Usai Ngamuk di Gorontalo, Risma Beraksi Menyapu Makam di Padang

Senin, 4 Oktober 2021 15:25
Usai Ngamuk di Gorontalo, Risma Beraksi Menyapu Makam di Padang

FAJAR.CO.ID, JAKARTA — Menteri Sosial Tri Rismaharini ramai digunjing publik jagat maya. Aksi marah-marahnya saat rapat bersama sejumlah pejabat di Provinsi Gorontalo, Kamis (30/9/2021) mencuri perhatian.

Kemarahan Risma di Gorontalo dipicu adanya perbedaan laporan antara Program Keluarga Harapan (PKH) setempat dengan data yang disampaikan pejabat Kemensos.

Data itu terkait dicoretnya Keluarga Penerima Manfaat (KPM) dari Data Terpadu Kesejahteraan Sosial (DTKS) karena saldo rekeningnya 0 rupiah.

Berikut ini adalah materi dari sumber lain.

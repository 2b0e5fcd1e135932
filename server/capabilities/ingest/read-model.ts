import type { Knex } from 'knex';
import { findSetAside, readSetAside, type SetAsideRow } from '#server/platform/journal/set-aside-store.ts';

export interface SetAsideReads {
  list(centre: Buffer, limit: number): Promise<SetAsideRow[]>;
  find(centre: Buffer, source: string, id: string): Promise<SetAsideRow | null>;
}

export const setAsideReads = (db: Knex): SetAsideReads => ({
  list: (centre, limit) => readSetAside(db, centre, limit),
  find: (centre, source, id) => findSetAside(db, centre, source, id),
});
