import type * as z from 'zod/mini';
import { eventAttributes, type setAsideEvent } from '#shared/contracts/ingest.ts';
import type { Person } from '#shared/domain/journal/fact.ts';
import { setAsideSentence } from '#shared/text/en/ingest.ts';
import type { CentreRef } from '#server/platform/http/route.ts';
import type { Ledger, MendedEvent } from '#server/platform/journal/ledger.ts';
import type { SetAsideRow } from '#server/platform/journal/set-aside-store.ts';
import { judgeEvent } from './judge.ts';
import type { SetAsideReads } from './read-model.ts';

type Listed = z.infer<typeof setAsideEvent>;
interface Still {
  source: string;
  id: string;
  reason: string;
  says: string;
}

const LISTED = 500;

export function setAsideCommands(ledger: Ledger, reads: SetAsideReads) {
  return {
    async list(centre: CentreRef): Promise<Listed[]> {
      return (await reads.list(centre.id, LISTED)).map((row) => ({
        source: row.source, id: row.id, type: row.type, time: row.time_at.getTime(), receivedAt: row.received_at.getTime(), reason: row.reason ?? '',
        says: setAsideSentence(row.reason ?? ''), gateway: row.by_name, sent: JSON.parse(row.sent ?? 'null') as unknown,
      }));
    },
    /** Judges each again as the centre is now, but for its age; what fits is applied in one unit of work. */
    async apply(centre: CentreRef, names: readonly { source: string; id: string }[], by: Person, now: number): Promise<{ applied: number; still: Still[] }> {
      const mended: MendedEvent[] = [];
      const still: Still[] = [];
      for (const { source, id } of names) {
        const row = await reads.find(centre.id, source, id);
        const judged = row ? again(row, centre, now) : { reason: 'event.not-set-aside' };
        if ('data' in judged) mended.push({ source, id, ...judged } as MendedEvent);
        else still.push({ source, id, reason: judged.reason, says: setAsideSentence(judged.reason) });
      }
      return { applied: mended.length > 0 ? await ledger.mend(centre, mended, by) : 0, still };
    },
  };
}

/** A person vouches for its age; a missing id is no hindrance any more, as it has got one. */
function again(row: SetAsideRow, centre: CentreRef, now: number) {
  const sent = JSON.parse(row.sent ?? 'null') as unknown;
  const named = typeof sent === 'object' && sent !== null ? { ...sent, source: row.source || 'unknown', id: row.id } : sent;
  const attributes = eventAttributes.safeParse(named);
  if (!attributes.success) return { reason: row.reason ?? 'event.invalid' };
  return judgeEvent(attributes.data, { lanes: centre.lanes, receivedAt: now, clockError: attributes.data.time - row.time_at.getTime() }, Infinity);
}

Bukan kali pertama Mantan Wali Kota Surabaya itu meluapkan amarahnya di muka publik. Risma juga pernah menyemprot pejabat Pemerintah di Jember, Bandung, Riau, dan yang terakhir di Gorontalo.

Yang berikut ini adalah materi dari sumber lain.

import { zodResolver } from '@hookform/resolvers/zod';
import type { FieldValues, Path, Resolver, UseFormSetError } from 'react-hook-form';
import type * as z from 'zod/mini';
import { fieldSentence } from '#shared/text/en/refusals.ts';
import { Problem } from './api.ts';

/** Checks a form by the schema of its contract; zod's own words become ours, field by field. */
export function formResolver<In extends FieldValues, Out>(schema: z.ZodMiniType<Out, In>): Resolver<In, unknown, Out> {
  return zodResolver(schema, { error: (issue) => sentenceOf(issue) });
}

type Raw = { code?: string; input?: unknown; minimum?: unknown; maximum?: unknown; origin?: unknown };

/** What stands beside a field before anything is sent; the server says the same about what it gets. */
function sentenceOf({ code, input, minimum, maximum, origin }: Raw): string {
  const empty = input === undefined || input === null || input === '' || Number.isNaN(input);
  if (empty && code !== 'invalid_union') return fieldSentence('field.required');
  if (code === 'too_small') return fieldSentence(origin === 'string' ? 'field.too-short' : origin === 'array' ? 'field.too-few' : 'field.too-small', { min: String(minimum) });
  if (code === 'too_big') return fieldSentence(origin === 'string' ? 'field.too-long' : origin === 'array' ? 'field.too-many' : 'field.too-large', { max: String(maximum) });
  return fieldSentence(code === 'invalid_format' ? 'field.format' : 'field.invalid');
}

/** Puts the fields that the server refused beside their controls; false when it named none that the form has. */
export function showRefusedFields<In extends FieldValues>(error: unknown, names: readonly Path<In>[], setError: UseFormSetError<In>): boolean {
  if (!(error instanceof Problem)) return false;
  const shown = names.filter((name) => {
    const field = error.field(name.replaceAll('.', '/'));
    if (field) setError(name, { type: 'server', message: fieldSentence(field.code, field.params) }, { shouldFocus: true });
    return field !== null;
  });
  return shown.length > 0;
}
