const TRIES = 30;
const PAUSE_MS = 2000;

/**
 * Fetches a part of the program, and again while the server is away: `lazy` would keep the first failure for good. After a minute it
 * fails: the part is gone, as after a new version, and the page has to be loaded again.
 */
export async function patient<M>(load: () => Promise<M>, pauseMs = PAUSE_MS): Promise<M> {
  for (let tried = 1; ; tried++) {
    try {
      return await load();
    } catch (error) {
      if (tried >= TRIES) throw error;
      await new Promise((done) => setTimeout(done, pauseMs));
    }
  }
}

Saking hebohnya, nama Risma kini menjadi trending topic Twitter tanah air. Setidaknya lebih dari 12,7 ribu netizen menyinggung namanya.

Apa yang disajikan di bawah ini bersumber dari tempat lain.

import { Area, CartesianGrid, ComposedChart, Line, ReferenceLine, ResponsiveContainer, Scatter, XAxis, YAxis } from 'recharts';
import type { FunnelView } from '#shared/contracts/numbers.ts';
import { number } from '#shared/text/en/formats.ts';
import { wording } from '#shared/text/en/numbers.ts';

interface Dot {
  cx?: number;
  cy?: number;
  payload?: { lane: number; position: FunnelView['lanes'][number]['position'] };
}

/** A lane: a quiet dot inside the band; its number in a ring or a filled disc outside. */
function LaneDot({ cx = 0, cy = 0, payload }: Dot) {
  if (!payload || payload.position === 'inside') return <circle cx={cx} cy={cy} r={4.5} fill="var(--ink)" opacity={0.55} />;
  const far = payload.position === 'above-outer';
  const high = payload.position === 'above-inner';
  return (
    <g>
      <circle cx={cx} cy={cy} r={12} fill={far ? 'var(--red)' : high ? 'var(--amber-fill)' : 'var(--paper)'} stroke={far || high ? 'none' : 'var(--ink)'} strokeWidth={2} />
      <text x={cx} y={cy + 4.5} textAnchor="middle" fontSize={13} fontWeight={760} fill={far ? 'var(--on-red)' : high ? 'var(--on-amber)' : 'var(--ink)'}>
        {payload.lane}
      </text>
    </g>
  );
}

const axis = { stroke: 'var(--rule)', tick: { fill: 'var(--dim)', fontSize: 13 } };

/** Lanes by frames and rate, over the band that chance allows. */
export function FunnelChart({ data }: { data: FunnelView }) {
  const limits = data.limits.map((l) => ({ frames: l.frames, band: [l.low95, l.high95], low998: l.low998, high998: l.high998 }));
  const lanes = data.lanes.filter((l) => l.perThousand !== null).sort((a, b) => Number(a.position !== 'inside') - Number(b.position !== 'inside'));
  const top = Math.ceil(Math.max(...limits.map((l) => l.high998), ...lanes.map((l) => l.perThousand ?? 0)));
  return (
    <figure role="img" aria-label={wording.funnelLabel(data.finding)} className="m-0 h-[min(56vh,34rem)] min-h-72 w-full">
      <ResponsiveContainer width="100%" height="100%">
        <ComposedChart margin={{ top: 12, right: 20, bottom: 34, left: 8 }} accessibilityLayer={false}>
          <CartesianGrid vertical={false} stroke="var(--rule)" />
          <XAxis type="number" dataKey="frames" domain={['dataMin', 'dataMax']} tickFormatter={(v: number) => number(v)} tickCount={6} {...axis} label={{ value: wording.axisFrames, position: 'bottom', offset: 12, fill: 'var(--dim)', fontSize: 13 }} />
          <YAxis type="number" domain={[0, top]} tickCount={6} allowDecimals width={34} {...axis} />
          <Area data={limits} dataKey="band" stroke="none" fill="var(--pine)" fillOpacity={0.42} isAnimationActive={false} activeDot={false} />
          <Line data={limits} dataKey="high998" stroke="var(--amber)" strokeDasharray="6 5" dot={false} isAnimationActive={false} activeDot={false} />
          <Line data={limits} dataKey="low998" stroke="var(--amber)" strokeDasharray="6 5" dot={false} isAnimationActive={false} activeDot={false} />
          {data.overall ? <ReferenceLine y={data.overall.perThousand} stroke="var(--ink)" strokeWidth={2} /> : null}
          <Scatter data={lanes} dataKey="perThousand" shape={<LaneDot />} isAnimationActive={false} />
        </ComposedChart>
      </ResponsiveContainer>
    </figure>
  );
}
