import { createHash } from 'node:crypto';

/** Deeper than any event of ours; a body that nests further is not worth a stack. */
const DEPTH_MAX = 64;

/** JSON with the keys of every object in order, so that the same content gives the same text. Throws RangeError when nested too deep. */
export function canonicalJson(value: unknown, depth = 0): string {
  if (depth > DEPTH_MAX) throw new RangeError('nested too deep');
  if (Array.isArray(value)) return `[${value.map((item) => canonicalJson(item, depth + 1)).join(',')}]`;
  if (typeof value !== 'object' || value === null) return JSON.stringify(value);
  const object = value as Record<string, unknown>;
  return `{${Object.keys(object).sort().map((key) => `${JSON.stringify(key)}:${canonicalJson(object[key], depth + 1)}`).join(',')}}`;
}

export const contentHash = (value: unknown): Buffer => createHash('sha256').update(canonicalJson(value)).digest();
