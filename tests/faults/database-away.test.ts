import { afterAll, beforeAll, expect, it } from 'vitest';
import { createDatabase } from '#server/platform/db/database.ts';
import { migrate } from '#server/platform/db/migrate.ts';
import { databaseAnswers } from '#server/platform/http/database-watch.ts';
import { makePerson, signIn } from '#tests/support/actors.ts';
import { ask, type Answer } from '#tests/support/ask.ts';
import { fixedClock } from '#tests/support/clock.ts';
import { ownDatabaseServer, type OwnDatabaseServer } from '#tests/support/database-server.ts';
import { startWeb, type Web } from '#tests/support/web.ts';

let mariadb: OwnDatabaseServer;
let db: ReturnType<typeof createDatabase>;
let web: Web;
let cookie: string;

beforeAll(async () => {
  mariadb = await ownDatabaseServer();
  db = createDatabase(mariadb.url);
  await migrate(db);
  web = await startWeb(db, { clock: fixedClock('2026-11-30T18:45:00Z') });
  cookie = await signIn(web.url, await makePerson(web.accounts));
}, 120_000);
afterAll(async () => {
  await web.close();
  await db.destroy();
  await mariadb.release();
});

const me = () => ask(web.url, 'GET', '/api/me', { cookie });
async function timed(): Promise<{ answer: Answer; ms: number }> {
  const from = performance.now();
  const answer = await me();
  return { answer, ms: performance.now() - from };
}
const isAway = ({ status, body, headers }: Answer): void => {
  expect([status, body, headers.get('retry-after')]).toMatchObject([503, { code: 'database.away' }, '2']);
};

it.each([
  ['is frozen', 'SIGSTOP'],
  ['was killed', 'SIGKILL'],
] as const)('a request while the database %s hears so within two seconds, and the next after it is back goes well', async (_name, signal) => {
  expect((await me()).status).toBe(200);
  mariadb.signal(signal);
  const { answer, ms } = await timed();
  // A killed one may be started again before the request comes to it.
  if (answer.status !== 200 || signal === 'SIGSTOP') isAway(answer);
  // Two seconds, and what a busy machine adds.
  expect(ms).toBeLessThan(2_500);
  if (signal === 'SIGSTOP') mariadb.signal('SIGCONT');
  await expect.poll(async () => (await me()).status, { timeout: 10_000, interval: 200 }).toBe(200);
});

it('takes a process that is busy for no sign of a database that is away', async () => {
  const asked = databaseAnswers(db);
  const until = performance.now() + 1_500;
  while (performance.now() < until);
  expect(await asked).toBe(true);
});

Belum reda di ingatan publik terkait aksi mengamuknya itu, Risma kembali bikin heboh. Usai lawatannya di Provinsi Gorontalo, Risma kemudian terbang ke Padang, Sumatera Barat, pada Sabtu 2 Oktober 2021.

Pada kunjungan kerjanya itu ia memberikan bantuan sosial bagi korban bencana longsor dan pohon tumbang di Kabupaten Padang Pariaman, Sumatera Barat.

Di Padang Pariaman itu, Risma menyempatkan berziarah ke makam Syekh Burhanuddin di Ulakan Tapakis.

Selain mendoakan tokoh penyebar agama Islam itu, Risma pun melakukan aksi spontan dengan menyapu halaman makam.

“Karena makam ini dihormati oleh masyarakat, kita ada kewajiban untuk menjaga serta melestarikannya,” kata Mensos Risma.

Dia pun menceritakan pengalamannya saat pertama kali menjabat Wali Kota Surabaya.

“Saya juga memperbaiki makam Sunan Ampel yang sekarang kondisinya sudah baik,” kenangnya.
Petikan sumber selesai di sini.